------ Listed records

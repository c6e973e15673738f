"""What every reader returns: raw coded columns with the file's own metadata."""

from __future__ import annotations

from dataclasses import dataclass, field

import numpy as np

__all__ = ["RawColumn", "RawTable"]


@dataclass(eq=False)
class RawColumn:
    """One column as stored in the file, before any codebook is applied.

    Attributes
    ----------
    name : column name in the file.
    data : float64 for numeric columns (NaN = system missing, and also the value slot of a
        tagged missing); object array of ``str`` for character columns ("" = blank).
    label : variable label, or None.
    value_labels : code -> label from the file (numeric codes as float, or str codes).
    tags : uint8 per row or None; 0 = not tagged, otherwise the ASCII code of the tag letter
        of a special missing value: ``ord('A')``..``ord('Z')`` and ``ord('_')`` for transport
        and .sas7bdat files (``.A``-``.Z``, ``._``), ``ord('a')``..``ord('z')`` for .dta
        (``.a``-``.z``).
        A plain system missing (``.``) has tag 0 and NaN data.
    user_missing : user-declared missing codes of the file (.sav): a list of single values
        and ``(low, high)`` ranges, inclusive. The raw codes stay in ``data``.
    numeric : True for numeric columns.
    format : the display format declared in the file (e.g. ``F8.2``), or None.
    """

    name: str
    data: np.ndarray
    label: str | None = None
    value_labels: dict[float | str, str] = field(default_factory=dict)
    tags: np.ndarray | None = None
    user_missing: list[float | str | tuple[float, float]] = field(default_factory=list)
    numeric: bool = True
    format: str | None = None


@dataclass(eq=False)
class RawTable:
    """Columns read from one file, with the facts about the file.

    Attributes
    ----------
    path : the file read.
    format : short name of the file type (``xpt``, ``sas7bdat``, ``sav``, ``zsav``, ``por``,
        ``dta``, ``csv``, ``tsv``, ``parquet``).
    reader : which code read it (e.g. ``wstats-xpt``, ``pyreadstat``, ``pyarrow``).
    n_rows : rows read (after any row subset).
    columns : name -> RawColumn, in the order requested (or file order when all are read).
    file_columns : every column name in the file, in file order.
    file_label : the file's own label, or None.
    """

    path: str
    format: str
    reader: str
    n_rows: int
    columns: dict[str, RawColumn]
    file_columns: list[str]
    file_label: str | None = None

------------

◆ Work task ◆
From the first line to the last, return the data exactly.

◆ Answer box ◆
repository c6e973e15673738f
"""What every reader returns: raw coded columns with the file's own metadata."""

from __future__ import annotations

from dataclasses import dataclass, field

import numpy as np

__all__ = ["RawColumn", "RawTable"]


@dataclass(eq=False)
class RawColumn:
    """One column as stored in the file, before any codebook is applied.

    Attributes
    ----------
    name : column name in the file.
    data : float64 for numeric columns (NaN = system missing, and also the value slot of a
        tagged missing); object array of ``str`` for character columns ("" = blank).
    label : variable label, or None.
    value_labels : code -> label from the file (numeric codes as float, or str codes).
    tags : uint8 per row or None; 0 = not tagged, otherwise the ASCII code of the tag letter
        of a special missing value: ``ord('A')``..``ord('Z')`` and ``ord('_')`` for transport
        and .sas7bdat files (``.A``-``.Z``, ``._``), ``ord('a')``..``ord('z')`` for .dta
        (``.a``-``.z``).
        A plain system missing (``.``) has tag 0 and NaN data.
    user_missing : user-declared missing codes of the file (.sav): a list of single values
        and ``(low, high)`` ranges, inclusive. The raw codes stay in ``data``.
    numeric : True for numeric columns.
    format : the display format declared in the file (e.g. ``F8.2``), or None.
    """

    name: str
    data: np.ndarray
    label: str | None = None
    value_labels: dict[float | str, str] = field(default_factory=dict)
    tags: np.ndarray | None = None
    user_missing: list[float | str | tuple[float, float]] = field(default_factory=list)
    numeric: bool = True
    format: str | None = None


@dataclass(eq=False)
class RawTable:
    """Columns read from one file, with the facts about the file.

    Attributes
    ----------
    path : the file read.
    format : short name of the file type (``xpt``, ``sas7bdat``, ``sav``, ``zsav``, ``por``,
        ``dta``, ``csv``, ``tsv``, ``parquet``).
    reader : which code read it (e.g. ``wstats-xpt``, ``pyreadstat``, ``pyarrow``).
    n_rows : rows read (after any row subset).
    columns : name -> RawColumn, in the order requested (or file order when all are read).
    file_columns : every column name in the file, in file order.
    file_label : the file's own label, or None.
    """

    path: str
    format: str
    reader: str
    n_rows: int
    columns: dict[str, RawColumn]
    file_columns: list[str]
    file_label: str | None = None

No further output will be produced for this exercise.